Search code examples
syntaxpaginationlucene.net

lucene.net paging using query?


I'm using lucene.net to produce an index and search it. I'm actually using the API indirectly through the Examine project on codeplex. I currently have everything working and the paging logic in place, however the current logic pages the results after the search has been completed. I don't like this because it means the search will possibly return thousands of records and only then does my code take the 10-20 records it needs and discards the rest which is a major waste of resources. Even if each SearchResult item is just a tiny 3KB the amount of memory to execute these searches will grow with time and become a huge memory hog. My shared host is only guaranteeing 1GB of dedicated memory so this is a big concern for my website.

So the question is: How do i limit the results of the results in a paged manner using lucene query language alone? I looked at the apache lucene project, which lucene.net is ported from, and I don't see any syntax that lets me do what I'm looking for. Basically I want the equivalent of what sql server has to limit the rows at the query language level.

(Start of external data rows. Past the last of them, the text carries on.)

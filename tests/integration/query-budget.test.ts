import { beforeAll, describe, expect, test } from "vitest";
import { signUpNewOrganisation, TestClient, type FetchResult } from "../support/client";

// The device pages resolve the member and the device once per request (React Router middleware)
// and the device revision through one repository with a cache, so a warm page costs a fixed,
// small number of queries however many loaders run. The server reports its count in the
// Server-Timing header (SERVER_TIMING=1 in tests/integration/global-setup.ts).

const UUID = "[0-9a-f]{8}-[0-9a-f]{4}-[0-9a-f]{4}-[0-9a-f]{4}-[0-9a-f]{12}";

/** An invented device: documentation addresses (RFC 5737) outside, RFC 1918 inside. */
const TIDEWATER_EDGE = {
  schemaVersion: 2,
  device: { name: "tidewater-edge", timezone: "Europe/Lisbon" },
  interfaces: [
    { name: "outside", role: "wan", addresses: ["198.51.100.10/24"], listeners: ["https", "ping"] },
    { name: "inside", role: "lan", addresses: ["10.44.0.1/24"], listeners: ["https", "ssh"] },
  ],
  addresses: [{ name: "ops-desk", entries: ["10.44.8.0/24"] }],
  schedules: [{ name: "weekdays", windows: [{ days: ["mon", "tue", "wed", "thu", "fri"], start: "08:00", end: "18:00" }] }],
  inboundRules: [
    { id: "r1", interface: "inside", sources: ["ops-desk"], destinations: ["any"], services: ["https", "ssh"], action: "allow" },
    { id: "r2", interface: "outside", sources: ["any"], destinations: ["any"], services: ["https"], schedule: "weekdays", action: "allow" },
    { id: "r3", interface: "any", sources: ["any"], destinations: ["any"], services: ["any"], action: "deny" },
  ],
  accounts: [{ name: "ops-ines", loginSources: ["ops-desk"], secondFactor: "totp" }],
  operatorNetworks: ["ops-desk"],
};

let client: TestClient;
let devicePath = "";

/** The query count the server reported for this response. */
function queriesOf(response: FetchResult): number {
  const timing = response.headers.get("Server-Timing") ?? "";
  const match = /db;desc="(\d+) queries"/.exec(timing);
  if (!match) throw new Error(`no query count in Server-Timing: "${timing}" (status ${response.status})`);
  return Number(match[1]);
}

beforeAll(async () => {
  const signedUp = await signUpNewOrganisation("query-budget");
  client = signedUp.client;
  const slug = signedUp.slug;
  expect((await client.post(`/o/${slug}/sites`, { intent: "create", name: "Estuary office", customer: "", location: "" })).status).toBe(302);
  const siteId = (await client.get(`/o/${slug}/sites`)).text.match(new RegExp(`edit=(${UUID})`))?.[1];
  if (!siteId) throw new Error("no site id on the sites page");
  const imported = await client.post(`/o/${slug}/devices/import`, { intent: "import", target: `site:${siteId}`, fileName: "tidewater-edge.json", documentText: JSON.stringify(TIDEWATER_EDGE) });
  expect(imported.status).toBe(302);
  devicePath = imported.location ?? "";
  expect(devicePath).toMatch(new RegExp(`^/o/${slug}/devices/${UUID}$`));
});

// Each page's own loader, as the browser asks for it when moving between the device's tabs:
// the middleware (session, membership, device) plus the loader.
const PAGES = [
  { page: "device overview", path: "", route: "routes/organisation/devices/device/overview" },
  { page: "trace", path: "/analysis?from=203.0.113.50&interface=outside&service=https", route: "routes/organisation/devices/device/analysis" },
  { page: "exposure map", path: "/exposure", route: "routes/organisation/devices/device/exposure" },
];

describe("Query budget of the device pages", () => {
  test.each(PAGES)("The $page loader runs at most 4 queries on a warm cache", async ({ path, route }) => {
    const [pathname, search = ""] = `${devicePath}${path}`.split("?");
    const dataUrl = `${pathname}.data?${new URLSearchParams([...new URLSearchParams(search), ["_routes", route]])}`;
    const cold = await client.get(dataUrl);
    expect(cold.status, cold.text.slice(0, 200)).toBe(200);
    const warm = await client.get(dataUrl);
    expect(warm.status).toBe(200);
    expect(queriesOf(warm)).toBeLessThanOrEqual(4);
  });

  test.each(PAGES)("The whole $page page, with its layouts, stays within 4 queries on a warm cache", async ({ path }) => {
    await client.get(`${devicePath}${path}`);
    const warm = await client.get(`${devicePath}${path}`);
    expect(warm.status).toBe(200);
    // The session with the user's memberships (which the organisation layout lists), the device,
    // and what the page itself reads.
    expect(queriesOf(warm)).toBeLessThanOrEqual(4);
  });

  test("The count is real: the fleet findings page grows with the work it does", async () => {
    // A page that reads dismissals and every device's current revision costs more than none:
    // guards against a header that always says 0.
    const fleet = await client.get(`${devicePath.replace(/\/devices\/.*$/, "")}/findings`);
    expect(fleet.status).toBe(200);
    expect(queriesOf(fleet)).toBeGreaterThanOrEqual(3);
  });
});

// Issue 14: every request reads the session, the user and their memberships in one query, and a
// device page the device in one more; nothing else runs per request before the page's own work.
describe("What a request costs before its page's own work", () => {
  const trace = () => `${devicePath}/api/trace?from=203.0.113.50&interface=outside&service=https`;

  test("The trace JSON route costs two queries: the session with its memberships, and the device", async () => {
    await client.get(trace());
    const warm = await client.get(trace());
    expect(warm.status).toBe(200);
    expect(queriesOf(warm)).toBe(2);
  });

  test("The trace page, its layouts included, costs the same two", async () => {
    const page = `${devicePath}/analysis?from=203.0.113.50&interface=outside&service=https`;
    await client.get(page);
    const warm = await client.get(page);
    expect(warm.status).toBe(200);
    expect(queriesOf(warm)).toBe(2);
  });

  test("The fleet page costs six: the session, the fleet's rows, open proposals, sites, field checks and dismissals", async () => {
    const fleet = await client.get(devicePath.replace(/\/devices\/.*$/, "/devices"));
    expect(fleet.status).toBe(200);
    expect(fleet.text).toContain("tidewater-edge");
    expect(queriesOf(fleet)).toBeLessThanOrEqual(6);
  });

  test("The shell still lists the organisations read with the session, and another organisation's pages stay closed", async () => {
    const other = await signUpNewOrganisation("query-budget-other");
    const slug = devicePath.split("/")[2];
    const page = await client.get(devicePath);
    expect(page.text).toContain(`/o/${slug}/devices`);
    expect(page.text).not.toContain(`/o/${other.slug}/`);
    expect((await client.get(`/o/${other.slug}/devices`)).status).toBe(404);
    expect((await other.client.get(devicePath)).status).toBe(404);
  });

  test("A small answer goes out whole with its length and uncompressed; a page goes out compressed in one piece", async () => {
    const small = await client.request(trace(), { headers: { "Accept-Encoding": "br, gzip" } });
    expect(small.status).toBe(200);
    expect(small.headers.get("Content-Encoding")).toBeNull();
    expect(Number(small.headers.get("Content-Length"))).toBe(Buffer.byteLength(small.text));
    expect(JSON.parse(small.text)).toBeTypeOf("object");
    const page = await client.request(`${devicePath}/analysis?from=203.0.113.50&interface=outside&service=https`, { headers: { "Accept-Encoding": "gzip" } });
    expect(page.status).toBe(200);
    expect(page.headers.get("Content-Encoding")).toBe("gzip");
    expect(page.text).toMatch(/<\/html>$/);
  });

  test("Public files are served by name, with their cache lifetime; other paths reach the app", async () => {
    const icon = await new TestClient().get("/favicon.svg");
    expect(icon.status).toBe(200);
    expect(icon.headers.get("Content-Type")).toContain("image/svg+xml");
    expect(icon.headers.get("Cache-Control")).toBe("public, max-age=3600");
    const missing = await new TestClient().get("/favicon.svg.missing");
    expect(missing.status).toBe(404);
  });
});
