describe("The fleet findings page is dense", () => {
  test("By default findings sit under their check, worst group first, one row each, with the witness to try", async () => {
    const client = await signedIn("engineer");
    const id = await demoDeviceId(client, "clf-gw-02");
    const text = plain((await client.get("/o/lanternfield/findings")).text);
    // Group headers: the check's code and how many findings on how many devices.
    const headers = [...text.matchAll(/<th colSpan="\d+" scope="colgroup"[^>]*>.*?<span class="[^"]*uppercase[^"]*">(critical|high|medium|low|info)<\/span><code[^>]*>([a-z-]+)<\/code><span[^>]*>(\d+) findings? on (\d+) devices?/g)].map((match) => ({ worst: match[1], code: match[2], findings: Number(match[3]) }));
    expect(headers.length).toBeGreaterThan(5);
    expect(new Set(headers.map((header) => header.code)).size).toBe(headers.length); // one group per check
    const rank = ["info", "low", "medium", "high", "critical"];
    expect(headers.map((header) => rank.indexOf(header.worst))).toEqual(headers.map((header) => rank.indexOf(header.worst)).sort((a, b) => b - a));
    // Every finding is one row: the rows add up to the count the page announces.
    const total = Number(text.match(/(\d+) of \d+ findings/)![1]);
    expect(headers.reduce((sum, header) => sum + header.findings, 0)).toBe(total);
    // The witness is kept: internet-login-exposed on clf-gw-02 links to the trace page with its probe.
    const row = text.split("<tr").find((candidate) => candidate.includes('https on "outside" presents a login') && candidate.includes(`/o/lanternfield/devices/${id}"`))!;
    expect(row).toContain("Witness: https from");
    expect(row).toMatch(new RegExp(`href="/o/lanternfield/devices/${id}/analysis\\?from=[^"]+&interface=outside&service=https[^"]*"[^>]*>Try it`));
    // The detail folds out under the title.
    expect(row).toMatch(/<details[^>]*><summary[^>]*>https on "outside" presents a login/);
  });

  test("Grouped by device, each device heads its own findings", async () => {
    const client = await signedIn("trainee");
    const id = await demoDeviceId(client, "clf-gw-02");
    const text = plain((await client.get("/o/lanternfield/findings?group=device")).text);
    const groups = text.split('scope="colgroup"').slice(1);
    const own = groups.find((group) => group.includes(`href="/o/lanternfield/devices/${id}"`))!;
    // seeders/devices/README.md: clf-gw-02 has 10 findings.
    expect(own).toMatch(/· 10 findings/);
    expect(own).toContain('Account "admin" has a factory-default name');
    expect((await client.get("/o/lanternfield/findings?group=colour")).status).toBe(200); // an unknown value groups by check
  });
});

E.g. (this is how we would do paging in sql and it only returns 20 records not every record that matches the where clause)

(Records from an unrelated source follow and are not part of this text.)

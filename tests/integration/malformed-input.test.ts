// Issue 14: 89 × HTTP 500 from malformed requests. Every route family, table-driven: ids that
// are not UUIDs (a 36-character string of hex digits and dashes among them) answer 400 or 404
// and never reach PostgreSQL; a well-formed unknown id answers 404; U+0000, other control
// characters and lone surrogates in any text field answer 400 naming the field before anything
// is written; a non-finite baseRevision on import is a 400.
import { afterAll, beforeAll, describe, expect, test } from "vitest";
import { createDatabase } from "#server/db/database.server";
import { AuditEvent, Device, Organisation, Site, User } from "#models/index";
import { DEMO_PASSWORDS, GOOD_PASSWORD, postMultipart, signUpNewOrganisation, TestClient, uniqueEmail } from "../support/client";
import { plain } from "../support/html";

const sequelize = createDatabase(process.env.DATABASE_URL!);
afterAll(() => sequelize.close());

/** Strings that are not UUIDs; the first two are 36 characters of hex digits and dashes (issue 14). */
const MALFORMED_IDS = ["------------------------------------", "0123456789abcdef-0123456789abcdef-01", "00000000-0000-0000-0000-00000000000", "not-an-id", "1%20OR%201%3D1"];
/** A UUID (RFC 9562 §4, version 4) that names nothing. */
const UNKNOWN_ID = "7d3c1f0e-8a4b-4c2d-9e6f-0a1b2c3d4e5f";

let owner: TestClient;
let deviceId: string;
let org: { client: TestClient; slug: string };

beforeAll(async () => {
  owner = new TestClient();
  expect((await owner.signIn(...DEMO_PASSWORDS.owner)).status).toBe(302);
  const lanternfield = await Organisation.findOne({ where: { slug: "lanternfield" } });
  const device = await Device.findOne({ where: { organisationId: lanternfield!.id } });
  deviceId = device!.id;
  org = await signUpNewOrganisation("malformed");
});

const device = (id: string, rest = "") => `/o/lanternfield/devices/${id}${rest}`;

/** Route families whose URL holds an id: GET pages and resources, and POST actions. */
const PATH_ROUTES: Array<{ name: string; method: "GET" | "POST"; path: (id: string) => string }> = [
  { name: "device overview", method: "GET", path: (id) => device(id) },
  { name: "device trace page", method: "GET", path: (id) => device(id, "/analysis") },
  { name: "device reach", method: "GET", path: (id) => device(id, "/reach") },
  { name: "device exposure", method: "GET", path: (id) => device(id, "/exposure") },
  { name: "device section", method: "GET", path: (id) => device(id, "/model/interfaces") },
  { name: "device history", method: "GET", path: (id) => device(id, "/history") },
  { name: "device expectations", method: "GET", path: (id) => device(id, "/expectations") },
  { name: "device proposals", method: "GET", path: (id) => device(id, "/proposals") },
  { name: "device export", method: "GET", path: (id) => device(id, "/revisions/1/export") },
  { name: "trace API", method: "GET", path: (id) => device(id, "/api/trace?from=192.0.2.1&interface=wan&service=https") },
  { name: "reach CSV", method: "GET", path: (id) => device(id, "/reach.csv?from=192.0.2.1") },
  { name: "exposure CSV", method: "GET", path: (id) => device(id, "/exposure.csv") },
  { name: "expectations JSON", method: "GET", path: (id) => device(id, "/expectations.json") },
  { name: "device section save", method: "POST", path: (id) => device(id, "/model/interfaces") },
  { name: "dismissals", method: "POST", path: (id) => device(id, "/dismissals") },
  { name: "proposals API", method: "POST", path: (id) => device(id, "/api/proposals") },
  { name: "proposal page", method: "GET", path: (id) => `/o/lanternfield/devices/${deviceId}/proposals/${id}` },
  { name: "proposal record", method: "GET", path: (id) => `/o/lanternfield/devices/${deviceId}/proposals/${id}/record` },
  { name: "proposal record JSON", method: "GET", path: (id) => `/o/lanternfield/devices/${deviceId}/proposals/${id}/record.json` },
  { name: "proposal effect", method: "GET", path: (id) => `/o/lanternfield/devices/${deviceId}/proposals/${id}/effect` },
  { name: "proposal draft", method: "GET", path: (id) => `/o/lanternfield/devices/${deviceId}/proposals/${id}/draft/interfaces` },
  { name: "proposal step", method: "POST", path: (id) => `/o/lanternfield/devices/${deviceId}/proposals/${id}/withdraw` },
  { name: "reset link", method: "GET", path: (id) => `/reset-password/${id}` },
  { name: "invitation link", method: "GET", path: (id) => `/invitations/${id}` },
  { name: "e-mail confirmation link", method: "GET", path: (id) => `/confirm-email/${id}` },
];

function send(client: TestClient, method: "GET" | "POST", path: string) {
  return method === "GET" ? client.get(path) : client.post(path, { intent: "withdraw" });
}

describe("An id that is not a UUID is a 400 or 404 on every route family, never a 500; an unknown one a 404", () => {
  for (const route of PATH_ROUTES) {
    test(`${route.method} ${route.name}`, async () => {
      for (const id of MALFORMED_IDS) {
        const response = await send(owner, route.method, route.path(id));
        expect([400, 404], `${route.path(id)} → ${response.status} ${response.text.slice(0, 200)}`).toContain(response.status);
      }
      const unknown = await send(owner, route.method, route.path(UNKNOWN_ID));
      expect(unknown.status, route.path(UNKNOWN_ID)).toBe(404);
    });
  }

  test("Ids in forms: a site, a member, an invitation, a new device's site and the shared-object confirmation", async () => {
    const forms: Array<{ path: string; fields: (id: string) => Record<string, string> }> = [
      { path: "/o/lanternfield/sites", fields: (id) => ({ intent: "delete", siteId: id }) },
      { path: "/o/lanternfield/sites", fields: (id) => ({ intent: "update", siteId: id, name: "Renamed", customer: "", location: "" }) },
      { path: "/o/lanternfield/settings/members", fields: (id) => ({ intent: "change-role", membershipId: id, role: "engineer" }) },
      { path: "/o/lanternfield/settings/members", fields: (id) => ({ intent: "remove", membershipId: id }) },
      { path: "/o/lanternfield/settings/members", fields: (id) => ({ intent: "revoke", invitationId: id }) },
      { path: "/o/lanternfield/devices/new", fields: (id) => ({ name: "fresh-device", siteId: id, timezone: "UTC" }) },
      { path: "/o/lanternfield/settings/shared-objects", fields: (id) => ({ intent: "save", kind: "address", name: "probe-net", items: "192.0.2.0/28", description: "", confirm: "1", library: "0".repeat(64), bases: `${id}:1` }) },
    ];
    for (const form of forms) {
      for (const id of [...MALFORMED_IDS, UNKNOWN_ID]) {
        const response = await owner.post(form.path, form.fields(decodeURIComponent(id)));
        expect([400, 404, 409], `${form.path} ${JSON.stringify(form.fields(id))} → ${response.status}`).toContain(response.status);
      }
    }
  });

  test("The import target: a device or site that is not a UUID is refused (404), the model untouched", async () => {
    const document = JSON.stringify({ schemaVersion: 2, device: { name: "import-target-probe", timezone: "UTC" } });
    for (const id of MALFORMED_IDS) {
      for (const kind of ["device", "site"]) {
        const response = await postMultipart(owner, "/o/lanternfield/devices/import", { intent: "import", target: `${kind}:${decodeURIComponent(id)}`, file: new Blob([document], { type: "application/json" }) });
        expect([400, 404], `${kind}:${id} → ${response.status}`).toContain(response.status);
      }
    }
    const unknown = await postMultipart(owner, "/o/lanternfield/devices/import", { intent: "import", target: `device:${UNKNOWN_ID}`, file: new Blob([document], { type: "application/json" }) });
    expect(unknown.status).toBe(404);
  });

  test("Ids in query strings (findings, changes and audit filters) are ignored when malformed, never a 500", async () => {
    for (const id of MALFORMED_IDS) {
      for (const path of [`/o/lanternfield/findings?site=${id}&device=${id}`, `/o/lanternfield/changes?device=${id}&author=${id}`, `/o/lanternfield/settings/audit?actor=${id}&device=${id}`, `/o/lanternfield/settings/audit.csv?device=${id}`]) {
        const response = await owner.get(path);
        expect(response.status, path).toBe(200);
      }
    }
  });
});

describe("A baseRevision that is not a whole number is a 400 on import (issue 14: NaN and 1e309 reached SQL)", () => {
  test("NaN, Infinity, 1e309 and -1 are refused before anything is saved", async () => {
    const exported = await owner.get(device(deviceId, "/revisions/1/export"));
    expect(exported.status).toBe(200);
    for (const base of ["NaN", "Infinity", "1e309", "-1", "", "2.5"]) {
      const response = await postMultipart(owner, "/o/lanternfield/devices/import", { intent: "import", target: `device:${deviceId}`, baseRevision: base, effectRead: "yes", file: new Blob([exported.text], { type: "application/json" }) });
      expect(response.status, `baseRevision=${base}`).toBe(400);
    }
  });
});

/** Text that may not be stored, as each field would carry it. */
const BAD_TEXT = [
  { what: "U+0000", text: "Quay\u0000side" },
  { what: "a control character (U+0007)", text: "Quay\u0007side" },
];

describe("U+0000, control characters and lone surrogates in any text field are a 400 naming the field, with nothing written", () => {
  const FORMS: Array<{ name: string; path: () => string; fields: (bad: string) => Record<string, string>; field: string; who?: () => TestClient }> = [
    { name: "a site", path: () => `/o/${org.slug}/sites`, fields: (bad) => ({ intent: "create", name: `Site ${bad}`, customer: "", location: "" }), field: "name" },
    { name: "a site's location", path: () => `/o/${org.slug}/sites`, fields: (bad) => ({ intent: "create", name: `Site ${uniqueEmail("s")}`, customer: "", location: bad }), field: "location" },
    { name: "an invitation", path: () => `/o/${org.slug}/settings/members`, fields: (bad) => ({ intent: "invite", email: `a${bad}@test.example`, role: "trainee" }), field: "email" },
    { name: "the organisation's name", path: () => `/o/${org.slug}/settings/organisation`, fields: (bad) => ({ name: `Org ${bad}` }), field: "name" },
    { name: "one's name", path: () => "/account", fields: (bad) => ({ intent: "name", name: `Name ${bad}` }), field: "name" },
    { name: "a new device", path: () => `/o/${org.slug}/devices/new`, fields: (bad) => ({ name: `dev${bad}`, siteId: "", timezone: "UTC" }), field: "name" },
    { name: "a shared object's description", path: () => `/o/${org.slug}/settings/shared-objects`, fields: (bad) => ({ intent: "save", kind: "address", name: "ops-desk", items: "192.0.2.0/28", description: bad }), field: "description" },
    { name: "a field's name", path: () => `/o/${org.slug}/sites`, fields: (bad) => ({ intent: "create", name: "Fine", [`x${bad}`]: "1" }), field: "x" },
  ];
  for (const form of FORMS) {
    for (const bad of BAD_TEXT) {
      test(`${form.name} with ${bad.what}`, async () => {
        const before = await AuditEvent.count();
        const response = await org.client.post(form.path(), form.fields(bad.text));
        expect(response.status, response.text.slice(0, 300)).toBe(400);
        expect(plain(response.text)).toContain(`“${form.field}`);
        expect(await AuditEvent.count()).toBe(before);
      });
    }
  }

  test("Sign-up with U+0000 in the name is a 400 naming the field, and no account is stored (issue 14: signup stored \\0)", async () => {
    const email = uniqueEmail("nul-signup");
    const response = await new TestClient().post("/signup", { name: "Null\u0000Person", email, organisationName: "Nul Org", password: GOOD_PASSWORD });
    expect(response.status).toBe(400);
    expect(plain(response.text)).toContain("“name”");
    expect(await User.count({ where: { email } })).toBe(0);
  });

  test("A right-to-left override in a name is refused (Unicode TR #36 §2.2, CVE-2021-42574), in a site's name and a person's", async () => {
    const site = await org.client.post(`/o/${org.slug}/sites`, { intent: "create", name: "Plant \u202eexe.txt", customer: "", location: "" });
    expect(site.status).toBe(400);
    expect(plain(site.text)).toContain("override");
    expect(await Site.count({ where: { name: "Plant \u202eexe.txt" } })).toBe(0);
    const person = await new TestClient().post("/signup", { name: "Eve \u202eadmin", email: uniqueEmail("rlo"), organisationName: "RLO Org", password: GOOD_PASSWORD });
    expect(person.status).toBe(400);
  });

  test("A query string with U+0000 or a broken percent-encoding is a 400 naming the parameter, on pages and APIs", async () => {
    for (const path of [`/o/${org.slug}/findings?q=a%00b`, `/o/lanternfield/settings/audit?from=%00`, device(deviceId, "/api/trace?from=192.0.2.1%00&interface=wan&service=https"), `/o/lanternfield/changes?q=%E0%A4%A`]) {
      const response = await owner.get(path);
      expect(response.status, path).toBe(400);
      expect(response.text).toMatch(/parameter “(q|from)”/);
    }
  });

  test("An imported document with U+0000 or a lone surrogate is a 400 naming the path; nothing is created", async () => {
    for (const [what, raw] of [
      ["U+0000", '"ok\\u0000bad"'],
      ["a lone surrogate", '"ok\\ud800bad"'],
    ]) {
      const name = `nul-import-${what.length}`;
      const text = `{"schemaVersion":2,"device":{"name":"${name}","timezone":"UTC"},"interfaces":[{"name":"wan","role":"wan","addresses":["192.0.2.1/24"],"listeners":[],"description":${raw}}]}`;
      const response = await postMultipart(org.client, `/o/${org.slug}/devices/import`, { intent: "import", target: "site:new", siteName: "Imports", file: new Blob([text], { type: "application/json" }) });
      expect(response.status, what).toBe(400);
      expect(plain(response.text)).toContain("interfaces[0].description");
      expect(await Device.count({ where: { name } })).toBe(0);
    }
  });

  test("A JSON body with U+0000 or a lone surrogate is a 400 naming the path (proposals API and proposal steps)", async () => {
    const body = `{"title":"Change\\u0000","windowStart":"2026-12-08T21:00:00Z","windowEnd":"2026-12-08T22:00:00Z","document":{"schemaVersion":2,"device":{"name":"x\\ud800"}}}`;
    const response = await owner.request(device(deviceId, "/api/proposals"), { method: "POST", body, headers: { "Content-Type": "application/json" } });
    expect(response.status).toBe(400);
    expect(JSON.parse(response.text).error).toContain("“title”");
    const step = await owner.request(`/o/lanternfield/devices/${deviceId}/proposals/${UNKNOWN_ID}/comment`, { method: "POST", body: '{"body":"hi\\ud800"}', headers: { "Content-Type": "application/json" } });
    expect([400, 404]).toContain(step.status);
  });
});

Select * from (select Row_Number() OVER (ORDER BY OrderDate) as RoNum, OrderID, OrderDate FROM SalesOrders WHERE OrderCustomerName like 'Davis%') O WHERE RowNum BETWEEN 1 and 20


Solution

  • I don't think that there is a major waste of resources, since search is (making it simple) nothing more than calculating the Bitvector & scores. What is costly is the reading of docs from the index. (Except the deprecated Hits class) search results don't read the docs, instead just return the docid's, so there isn't much overhead in skipping the first N result.

    The exception for this is when you want to sort the result according to some field. Then all docs in the search result list must be read from the index, to be able to return them in correct order.